AI Physicist—Data-Driven Discovery of Mathematical Expressions via Natural Language Processing

When and Where

May 13, 2022
2:00pm - 2:15pm

Hawai'i Convention Center, Level 3, Lili'U Theater, 310

Presenter

Juwon Na

Seungchul Lee

Co-Author(s)

Juwon Na¹,Seungchul Lee¹

Pohang University of Science and Technology¹

Abstract

Juwon Na¹,Seungchul Lee¹

Pohang University of Science and Technology¹

Natural phenomena can be described by concise mathematical expressions. A central challenge in natural sciences and engineering, therefore, lies in symbolic regression: discovering a simple but accurate symbolic expression that fits a given dataset. However, the combinatorial nature of symbolic regression makes the task challenging. In this work, we present a mathematical language model, which leverages the representational capacity of natural language processing (NLP) models for symbolic regression.

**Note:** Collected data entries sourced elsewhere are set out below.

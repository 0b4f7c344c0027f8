import { describe, expect, it } from 'vitest';
import fc from 'fast-check';
import { feetToMetres, formatFeetInches, formatLength, metresToFeet, parseLength } from '@/lib/units';

describe('metres and feet', () => {
  // NIST SP 811 App. B: 1 international foot = 0.3048 m exactly (1959 agreement).
  it('one foot is 0.3048 m exactly', () => {
    expect(feetToMetres(1)).toBe(0.3048);
    expect(metresToFeet(3.048)).toBeCloseTo(10, 12);
  });

  it('feet → metres → feet round-trips', () => {
    fc.assert(
      fc.property(fc.double({ min: -1e4, max: 1e4, noNaN: true }), (feet) => {
        expect(metresToFeet(feetToMetres(feet))).toBeCloseTo(feet, 9);
      }),
    );
  });
});

describe('parseLength', () => {
  // Expected values: 1 ft = 0.3048 m, 1 in = 0.0254 m (NIST SP 811), worked by hand.
  it.each([
    ['3.81 m', 3.81],
    ['3.81m', 3.81],
    ['381 cm', 3.81],
    ['150 mm', 0.15],
    [`12' 6"`, 12 * 0.3048 + 6 * 0.0254],
    [`12'6"`, 3.81],
    [`12'6`, 3.81],
    ['12 ft 6 in', 3.81],
    ['12 feet', 3.6576],
    [`6"`, 0.1524],
    ['6 in', 0.1524],
    [`12.5'`, 3.81],
    ['-2 m', -2],
    [`-1' 6"`, -0.4572],
    ['3 m 20 cm', 3.2],
  ])('%s is %f m', (text, expectedM) => {
    const result = parseLength(text);
    expect(result.ok).toBe(true);
    if (result.ok) expect(result.valueM).toBeCloseTo(expectedM, 10);
  });

  it('a bare number is read in the display system', () => {
    const metric = parseLength('4');
    const imperial = parseLength('4', 'imperial');
    expect(metric.ok && metric.valueM).toBe(4);
    expect(imperial.ok && imperial.valueM).toBeCloseTo(1.2192, 12);
  });

  it.each(['', '   ', 'abc', '12 6', '3 m x', '--3', `12' -6"`, '1e999 m'])(
    '%j gives a message, not a number',
    (text) => {
      const result = parseLength(text);
      expect(result.ok).toBe(false);
      if (!result.ok) expect(result.message.length).toBeGreaterThan(5);
    },
  );
});

describe('formatting lengths', () => {
  it('3.81 m is 12\' 6"', () => {
    expect(formatFeetInches(3.81)).toBe(`12' 6"`);
  });

  it('rounds to the nearest inch and carries into feet', () => {
    // 11' 11.8" rounds to 12' 0"
    expect(formatFeetInches(feetToMetres(11) + 11.8 * 0.0254)).toBe(`12' 0"`);
    expect(formatFeetInches(-0.4572)).toBe(`-1' 6"`);
  });

  it('format then parse returns the length to within half an inch', () => {
    fc.assert(
      fc.property(fc.double({ min: -100, max: 100, noNaN: true }), (lengthM) => {
        const parsed = parseLength(formatFeetInches(lengthM));
        expect(parsed.ok).toBe(true);
        if (parsed.ok) expect(Math.abs(parsed.valueM - lengthM)).toBeLessThanOrEqual(0.0127 + 1e-12);
      }),
    );
  });

  it('never shows NaN', () => {
    expect(formatLength(Number.NaN, 'metric')).toBe('—');
    expect(formatFeetInches(Infinity)).toBe('—');
    expect(formatLength(2.5, 'metric')).toBe('2.50 m');
  });
});

describe('regressions', () => {
  // fast-check counterexample −0.0127 m: formatted as -0' 1", it read back as +1" because −0 is not < 0.
  it(`-0' 1" is minus one inch`, () => {
    const parsed = parseLength(`-0' 1"`);
    expect(parsed.ok && parsed.valueM).toBeCloseTo(-0.0254, 12);
  });
});
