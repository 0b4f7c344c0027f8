/** Named tolerances and safe numeric helpers shared by every pure ring. */

/** Lengths in metres closer than this are treated as the same (0.1 µm). */
export const LENGTH_TOLERANCE_M = 1e-7;

/** Angles in radians closer than this are treated as the same (~2e-8 °). */
export const ANGLE_TOLERANCE_RAD = 1e-9;

/** Relative tolerance for comparing derived photometric quantities. */
export const RELATIVE_TOLERANCE = 1e-9;

/** True when a and b differ by at most `absolute`, or by at most `relative` of the larger magnitude. */
export function approximately(
  a: number,
  b: number,
  absolute = 1e-12,
  relative = RELATIVE_TOLERANCE,
): boolean {
  if (!Number.isFinite(a) || !Number.isFinite(b)) return a === b;
  const difference = Math.abs(a - b);
  return difference <= absolute || difference <= relative * Math.max(Math.abs(a), Math.abs(b));
}

/** Clamp x into [low, high]. */
export function clamp(x: number, low: number, high: number): number {
  return Math.min(high, Math.max(low, x));
}

/** acos that tolerates rounding just outside [-1, 1]; result in radians. */
export function clampedAcos(x: number): number {
  return Math.acos(clamp(x, -1, 1));
}

/** asin that tolerates rounding just outside [-1, 1]; result in radians. */
export function clampedAsin(x: number): number {
  return Math.asin(clamp(x, -1, 1));
}

/** Degrees to radians. */
export function degToRad(angleDeg: number): number {
  return (angleDeg * Math.PI) / 180;
}

/** Radians to degrees. */
export function radToDeg(angleRad: number): number {
  return (angleRad * 180) / Math.PI;
}

/** Throws a RangeError naming `what` unless x is a finite number. */
export function requireFinite(x: number, what: string): number {
  if (typeof x !== 'number' || !Number.isFinite(x)) {
    throw new RangeError(`${what} must be a finite number (got ${String(x)})`);
  }
  return x;
}

/** Throws a RangeError naming `what` unless x is a finite number greater than zero. */
export function requirePositive(x: number, what: string): number {
  requireFinite(x, what);
  if (x <= 0) throw new RangeError(`${what} must be greater than zero (got ${x})`);
  return x;
}

/** Throws a RangeError naming `what` unless x is a finite number of zero or more. */
export function requireNonNegative(x: number, what: string): number {
  requireFinite(x, what);
  if (x < 0) throw new RangeError(`${what} must not be negative (got ${x})`);
  return x;
}

/** Exhaustiveness guard for discriminated unions. */
export function assertNever(value: never): never {
  throw new Error(`Unexpected variant: ${JSON.stringify(value)}`);
}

Specifically, our framework involves three main stages: (1) mathematical expression as language, (2) mathematical language modeling, and (3) bridge mathematical language modeling with reinforcement learning. With extensive experiments on several symbolic regression benchmarks, we demonstrate that our framework improves the ability to recover mathematical expressions from data in terms of (1) accuracy, (2) noise tolerance, and (3) inclusion of dummy input variables. Our contribution includes the framework that recasts the problem of symbolic regression as natural language understanding tasks, allowing symbolic regression researchers to leverage recent breakthroughs in language modeling.